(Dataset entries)
........

import { randomBytes } from 'node:crypto';
import { afterAll, beforeAll, describe, expect, it } from 'vitest';
import type { AppInstance } from '../../server/app';
import { approveListing } from '../../server/features/listings/moderation.service';
import { SavedSearchHit } from '../../server/features/saved-searches/saved-search-hit.entity';
import { SavedSearch } from '../../server/features/saved-searches/saved-search.entity';
import type { User } from '../../server/features/users/user.entity';
import { buildUser } from '../support/factories';
import { linkIn, messagesTo, waitForMail } from '../support/inbox';
import { buildListedListing, moduleBody } from '../support/listing-factories';
import { signedInAs } from '../support/sessions';
import { startTestApp } from '../support/test-app';

const TICKED = { photosShowItem: true, plausiblePrice: true, nothingProhibited: true, noContactDetails: true };

let app: AppInstance;
let moderator: User;
beforeAll(async () => {
  app = await startTestApp();
  moderator = await buildUser(app.ctx.dataSource, { role: 'moderator' });
});
afterAll(() => app.close());

const word = () => `qx${randomBytes(5).toString('hex')}`;

async function saveSearch(member: User, name: string, query: Record<string, unknown>) {
  const agent = await signedInAs(app, member);
  const res = await agent.post('/api/saved-searches').send({ name, query }).expect(201);
  return res.body.search.id as number;
}

/** The seller's own "listing is live" e-mail comes from the same transaction, so once it is here, any alert is too. */
const sellerHeard = (seller: User, title: string) => waitForMail(seller.email, `Your listing is live: ${title}`);

describe('e-mail for saved searches when a listing is approved', () => {
  it('e-mails a member whose saved search matches, with a link to the listing', async () => {
    const buyer = await buildUser(app.ctx.dataSource, { displayName: 'Hetty Plank' });
    const seller = await buildUser(app.ctx.dataSource);
    const token = word();
    const id = await saveSearch(buyer, 'Crewe OO boards', { q: token, scale: 'oo', control: 'dcc' });

    const title = `OO goods yard ${token}`;
    const listing = await buildListedListing(app.ctx, seller, moderator, { title });

    const mail = await waitForMail(buyer.email, 'Crewe OO boards');
    expect(mail.subject).toContain(title);
    expect(mail.text).toContain('Hello Hetty Plank');
    expect(linkIn(mail, `/listings/${listing.id}`).pathname).toBe(`/listings/${listing.id}`);
    expect(mail.text).not.toContain(moduleBody().description);
    const saved = await app.ctx.dataSource.getRepository(SavedSearch).findOneByOrFail({ id });
    expect(saved.lastNotifiedAt).not.toBeNull();
  });

  it('sends nothing for a saved search the listing does not match', async () => {
    const buyer = await buildUser(app.ctx.dataSource);
    const seller = await buildUser(app.ctx.dataSource);
    const token = word();
    await saveSearch(buyer, 'N gauge only', { q: token, scale: 'n' });
    await saveSearch(buyer, 'Other words', { q: word() });

    const title = `OO engine shed ${token}`;
    const listing = await buildListedListing(app.ctx, seller, moderator, { title });
    await sellerHeard(seller, title);

    expect(await messagesTo(buyer.email)).toHaveLength(0);
    expect(await app.ctx.dataSource.getRepository(SavedSearchHit).countBy({ listingId: listing.id })).toBe(0);
  });

  it('does not e-mail the seller about their own listing', async () => {
    const seller = await buildUser(app.ctx.dataSource);
    const token = word();
    await saveSearch(seller, 'My own kind of board', { q: token });

    const title = `OO sector plate ${token}`;
    await buildListedListing(app.ctx, seller, moderator, { title });
    await sellerHeard(seller, title);

    const subjects = (await messagesTo(seller.email)).map((m) => m.subject);
    expect(subjects.some((s) => s.includes('My own kind of board'))).toBe(false);
  });

  it('e-mails once for a listing however often it is approved', async () => {
    const buyer = await buildUser(app.ctx.dataSource);
    const seller = await buildUser(app.ctx.dataSource);
    const token = word();
    await saveSearch(buyer, 'Once only', { q: token });
    const title = `OO canal wharf ${token}`;
    const listing = await buildListedListing(app.ctx, seller, moderator, { title });
    await waitForMail(buyer.email, 'Once only');

    const sellerAgent = await signedInAs(app, seller);
    const revised = await sellerAgent
      .put(`/api/listings/${listing.id}`)
      .send(moduleBody({ title, priceMinor: 15_000 }))
      .expect(200);
    expect(revised.body.listing.state).toBe('awaiting_review');
    await approveListing(app.ctx, { id: moderator.id, role: moderator.role, ip: '127.0.0.1' }, listing.id, {
      checklist: TICKED,
    });
    await expect
      .poll(async () => (await messagesTo(seller.email)).filter((m) => m.subject.includes('is live')).length, {
        timeout: 10_000,
      })
      .toBe(2);

    const alerts = (await messagesTo(buyer.email)).filter((m) => m.subject.includes('Once only'));
    expect(alerts).toHaveLength(1);
    expect(await app.ctx.dataSource.getRepository(SavedSearchHit).countBy({ listingId: listing.id })).toBe(1);
  });
});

........

● **REQUIRED ACTION**
Transcribe the lines above between the line holding "const res = await" and the line holding "it('e-mails a member", inclusive, exactly as they stand and with nothing added.

● **SOLUTION BELOW**
  const res = await agent.post('/api/saved-searches').send({ name, query }).expect(201);
  return res.body.search.id as number;
}

/** The seller's own "listing is live" e-mail comes from the same transaction, so once it is here, any alert is too. */
const sellerHeard = (seller: User, title: string) => waitForMail(seller.email, `Your listing is live: ${title}`);

describe('e-mail for saved searches when a listing is approved', () => {
  it('e-mails a member whose saved search matches, with a link to the listing', async () => {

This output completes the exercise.